• _Instructions to follow_:
Lines with "method": pull these out of the listing below.

• _Exercise materials_:

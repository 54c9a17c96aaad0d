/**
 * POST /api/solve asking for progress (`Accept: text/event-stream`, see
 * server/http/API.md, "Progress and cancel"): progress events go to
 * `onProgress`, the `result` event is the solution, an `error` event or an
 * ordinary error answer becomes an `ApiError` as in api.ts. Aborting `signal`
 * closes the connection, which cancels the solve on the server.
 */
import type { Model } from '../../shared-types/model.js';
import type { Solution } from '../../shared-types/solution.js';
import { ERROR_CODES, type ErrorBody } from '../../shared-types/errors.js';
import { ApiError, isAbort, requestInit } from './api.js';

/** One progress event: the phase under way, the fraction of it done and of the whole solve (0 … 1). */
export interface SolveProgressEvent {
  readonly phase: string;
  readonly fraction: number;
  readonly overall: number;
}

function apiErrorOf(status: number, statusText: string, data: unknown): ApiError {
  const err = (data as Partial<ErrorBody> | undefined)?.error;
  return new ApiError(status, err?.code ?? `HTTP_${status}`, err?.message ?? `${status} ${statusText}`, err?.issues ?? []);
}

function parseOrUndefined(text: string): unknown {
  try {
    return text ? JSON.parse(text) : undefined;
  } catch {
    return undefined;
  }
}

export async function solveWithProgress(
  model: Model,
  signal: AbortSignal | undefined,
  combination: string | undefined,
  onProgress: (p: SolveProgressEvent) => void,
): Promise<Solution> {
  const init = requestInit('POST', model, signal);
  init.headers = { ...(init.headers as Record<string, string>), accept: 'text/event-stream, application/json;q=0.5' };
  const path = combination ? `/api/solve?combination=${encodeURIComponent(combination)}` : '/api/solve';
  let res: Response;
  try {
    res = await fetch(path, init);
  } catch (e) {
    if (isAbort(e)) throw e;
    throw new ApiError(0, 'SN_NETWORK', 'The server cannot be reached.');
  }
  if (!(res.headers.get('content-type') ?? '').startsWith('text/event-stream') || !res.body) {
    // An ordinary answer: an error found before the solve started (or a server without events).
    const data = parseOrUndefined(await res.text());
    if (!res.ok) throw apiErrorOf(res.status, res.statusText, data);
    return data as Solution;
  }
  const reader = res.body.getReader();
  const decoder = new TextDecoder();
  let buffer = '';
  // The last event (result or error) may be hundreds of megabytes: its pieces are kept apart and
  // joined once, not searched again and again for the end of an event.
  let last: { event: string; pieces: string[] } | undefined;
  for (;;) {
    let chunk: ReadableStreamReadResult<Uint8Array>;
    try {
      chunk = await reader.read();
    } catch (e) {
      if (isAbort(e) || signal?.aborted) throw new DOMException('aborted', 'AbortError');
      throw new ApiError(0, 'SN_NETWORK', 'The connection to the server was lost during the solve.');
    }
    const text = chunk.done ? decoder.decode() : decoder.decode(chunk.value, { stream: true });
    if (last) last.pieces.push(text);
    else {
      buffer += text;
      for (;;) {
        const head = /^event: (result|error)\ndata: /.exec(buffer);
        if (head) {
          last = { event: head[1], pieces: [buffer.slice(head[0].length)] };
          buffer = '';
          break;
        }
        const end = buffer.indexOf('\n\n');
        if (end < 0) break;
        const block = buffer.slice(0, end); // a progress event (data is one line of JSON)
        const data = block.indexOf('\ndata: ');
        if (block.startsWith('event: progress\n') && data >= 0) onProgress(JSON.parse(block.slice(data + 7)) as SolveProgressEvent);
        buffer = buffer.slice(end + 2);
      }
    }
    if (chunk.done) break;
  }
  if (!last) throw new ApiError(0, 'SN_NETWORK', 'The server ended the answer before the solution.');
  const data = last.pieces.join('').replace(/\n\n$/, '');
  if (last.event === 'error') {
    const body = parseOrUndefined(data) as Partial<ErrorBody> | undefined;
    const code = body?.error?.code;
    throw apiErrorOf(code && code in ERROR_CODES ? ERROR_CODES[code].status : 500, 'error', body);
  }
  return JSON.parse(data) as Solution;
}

--

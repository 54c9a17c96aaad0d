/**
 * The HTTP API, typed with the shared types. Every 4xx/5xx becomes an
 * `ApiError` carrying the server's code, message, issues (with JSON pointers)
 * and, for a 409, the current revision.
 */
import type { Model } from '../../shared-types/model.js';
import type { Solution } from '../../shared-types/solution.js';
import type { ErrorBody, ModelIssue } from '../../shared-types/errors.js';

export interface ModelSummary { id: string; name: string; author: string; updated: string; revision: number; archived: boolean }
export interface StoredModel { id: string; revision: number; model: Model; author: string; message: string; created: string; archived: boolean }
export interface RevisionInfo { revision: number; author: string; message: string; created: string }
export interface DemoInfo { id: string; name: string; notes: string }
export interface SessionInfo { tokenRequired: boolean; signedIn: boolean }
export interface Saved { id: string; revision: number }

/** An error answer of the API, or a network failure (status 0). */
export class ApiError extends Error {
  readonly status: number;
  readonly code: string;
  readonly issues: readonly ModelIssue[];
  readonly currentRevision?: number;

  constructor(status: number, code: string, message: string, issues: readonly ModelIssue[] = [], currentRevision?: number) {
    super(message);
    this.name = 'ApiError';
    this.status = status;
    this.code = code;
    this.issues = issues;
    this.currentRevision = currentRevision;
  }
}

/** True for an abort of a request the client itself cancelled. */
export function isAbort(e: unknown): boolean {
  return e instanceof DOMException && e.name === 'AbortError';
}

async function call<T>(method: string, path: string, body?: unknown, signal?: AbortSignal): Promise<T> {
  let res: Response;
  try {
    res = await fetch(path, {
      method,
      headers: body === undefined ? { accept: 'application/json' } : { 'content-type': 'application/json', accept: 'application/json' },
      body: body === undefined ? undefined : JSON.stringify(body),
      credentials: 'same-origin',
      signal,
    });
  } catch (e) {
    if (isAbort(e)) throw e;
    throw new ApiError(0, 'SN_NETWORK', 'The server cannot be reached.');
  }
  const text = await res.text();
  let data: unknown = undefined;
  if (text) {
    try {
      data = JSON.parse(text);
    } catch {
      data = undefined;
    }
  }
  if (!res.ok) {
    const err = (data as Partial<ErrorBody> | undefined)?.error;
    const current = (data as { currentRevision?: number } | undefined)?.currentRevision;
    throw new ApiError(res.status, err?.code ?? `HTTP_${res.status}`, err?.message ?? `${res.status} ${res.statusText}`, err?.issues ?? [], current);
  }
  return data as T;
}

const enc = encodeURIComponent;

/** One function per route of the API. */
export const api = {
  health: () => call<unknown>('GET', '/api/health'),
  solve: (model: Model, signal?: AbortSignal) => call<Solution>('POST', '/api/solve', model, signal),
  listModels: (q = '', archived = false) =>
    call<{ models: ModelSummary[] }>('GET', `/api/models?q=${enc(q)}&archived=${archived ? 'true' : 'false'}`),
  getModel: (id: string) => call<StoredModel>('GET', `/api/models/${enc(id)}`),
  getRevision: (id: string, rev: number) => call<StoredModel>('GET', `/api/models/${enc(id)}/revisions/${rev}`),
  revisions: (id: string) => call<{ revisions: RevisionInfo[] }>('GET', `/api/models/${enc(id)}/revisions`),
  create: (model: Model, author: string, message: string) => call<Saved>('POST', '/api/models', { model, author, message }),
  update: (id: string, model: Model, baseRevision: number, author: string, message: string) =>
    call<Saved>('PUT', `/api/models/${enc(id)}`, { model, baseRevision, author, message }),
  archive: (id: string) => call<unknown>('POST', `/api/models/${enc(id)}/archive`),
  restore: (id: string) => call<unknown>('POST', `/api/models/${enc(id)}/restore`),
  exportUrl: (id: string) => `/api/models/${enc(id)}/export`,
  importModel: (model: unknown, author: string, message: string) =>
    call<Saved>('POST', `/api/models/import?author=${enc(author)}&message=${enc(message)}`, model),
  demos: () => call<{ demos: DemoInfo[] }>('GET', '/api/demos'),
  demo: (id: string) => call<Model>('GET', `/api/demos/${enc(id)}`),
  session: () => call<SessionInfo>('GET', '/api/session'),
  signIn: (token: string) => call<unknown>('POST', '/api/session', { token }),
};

...

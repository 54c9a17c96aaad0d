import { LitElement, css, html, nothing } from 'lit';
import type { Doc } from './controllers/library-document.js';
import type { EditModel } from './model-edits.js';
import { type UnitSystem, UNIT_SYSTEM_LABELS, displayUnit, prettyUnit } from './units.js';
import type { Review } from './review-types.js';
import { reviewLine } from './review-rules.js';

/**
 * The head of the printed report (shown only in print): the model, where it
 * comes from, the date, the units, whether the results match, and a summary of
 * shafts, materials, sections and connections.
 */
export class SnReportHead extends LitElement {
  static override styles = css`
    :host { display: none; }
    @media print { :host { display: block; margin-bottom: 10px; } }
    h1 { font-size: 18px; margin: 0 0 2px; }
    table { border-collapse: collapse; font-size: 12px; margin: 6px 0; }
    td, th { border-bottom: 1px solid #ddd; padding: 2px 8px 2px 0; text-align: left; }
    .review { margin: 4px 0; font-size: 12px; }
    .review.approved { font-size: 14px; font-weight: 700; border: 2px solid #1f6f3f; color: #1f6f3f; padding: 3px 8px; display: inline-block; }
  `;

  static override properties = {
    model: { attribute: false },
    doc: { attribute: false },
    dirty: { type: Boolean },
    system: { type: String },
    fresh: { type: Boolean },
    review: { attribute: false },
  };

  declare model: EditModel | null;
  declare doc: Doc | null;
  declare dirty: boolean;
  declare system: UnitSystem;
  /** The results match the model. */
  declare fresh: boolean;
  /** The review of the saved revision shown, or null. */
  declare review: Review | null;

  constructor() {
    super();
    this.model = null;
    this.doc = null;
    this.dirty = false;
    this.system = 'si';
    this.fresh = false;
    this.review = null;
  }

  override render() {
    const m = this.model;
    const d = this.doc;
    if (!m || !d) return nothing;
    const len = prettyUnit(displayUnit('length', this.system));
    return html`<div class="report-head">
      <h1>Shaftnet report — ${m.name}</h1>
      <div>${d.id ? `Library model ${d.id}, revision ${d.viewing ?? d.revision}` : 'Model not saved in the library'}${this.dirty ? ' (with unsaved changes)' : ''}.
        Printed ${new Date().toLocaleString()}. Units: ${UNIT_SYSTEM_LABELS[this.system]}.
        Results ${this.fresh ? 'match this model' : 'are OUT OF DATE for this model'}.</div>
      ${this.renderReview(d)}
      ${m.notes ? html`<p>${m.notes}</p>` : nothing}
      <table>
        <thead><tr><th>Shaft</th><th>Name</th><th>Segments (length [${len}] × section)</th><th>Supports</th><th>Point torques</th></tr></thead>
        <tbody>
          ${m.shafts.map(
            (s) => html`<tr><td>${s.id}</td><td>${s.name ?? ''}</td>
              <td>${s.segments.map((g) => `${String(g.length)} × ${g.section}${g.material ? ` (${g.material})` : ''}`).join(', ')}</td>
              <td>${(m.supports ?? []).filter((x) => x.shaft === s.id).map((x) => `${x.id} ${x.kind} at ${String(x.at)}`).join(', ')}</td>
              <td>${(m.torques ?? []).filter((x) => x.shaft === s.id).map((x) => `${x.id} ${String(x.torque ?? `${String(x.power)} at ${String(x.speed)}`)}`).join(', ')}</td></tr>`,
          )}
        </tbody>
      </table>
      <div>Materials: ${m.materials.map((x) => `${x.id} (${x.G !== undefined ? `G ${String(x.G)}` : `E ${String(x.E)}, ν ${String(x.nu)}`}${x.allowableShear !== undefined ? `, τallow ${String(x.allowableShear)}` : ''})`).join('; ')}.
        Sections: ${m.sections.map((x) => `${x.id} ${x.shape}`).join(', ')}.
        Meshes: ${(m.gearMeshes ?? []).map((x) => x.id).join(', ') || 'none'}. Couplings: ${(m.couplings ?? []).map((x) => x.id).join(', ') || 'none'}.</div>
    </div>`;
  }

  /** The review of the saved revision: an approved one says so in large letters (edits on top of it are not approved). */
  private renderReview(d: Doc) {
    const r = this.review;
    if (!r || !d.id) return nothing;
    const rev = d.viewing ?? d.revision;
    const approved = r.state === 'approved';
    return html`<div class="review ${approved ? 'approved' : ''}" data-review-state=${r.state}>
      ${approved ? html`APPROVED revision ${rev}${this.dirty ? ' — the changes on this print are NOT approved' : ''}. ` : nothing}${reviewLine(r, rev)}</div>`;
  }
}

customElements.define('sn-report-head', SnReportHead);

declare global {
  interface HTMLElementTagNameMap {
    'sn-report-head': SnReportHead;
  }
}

• _Written solution_:
async function call<T>(method: string, path: string, body?: unknown, signal?: AbortSignal): Promise<T> {
      method,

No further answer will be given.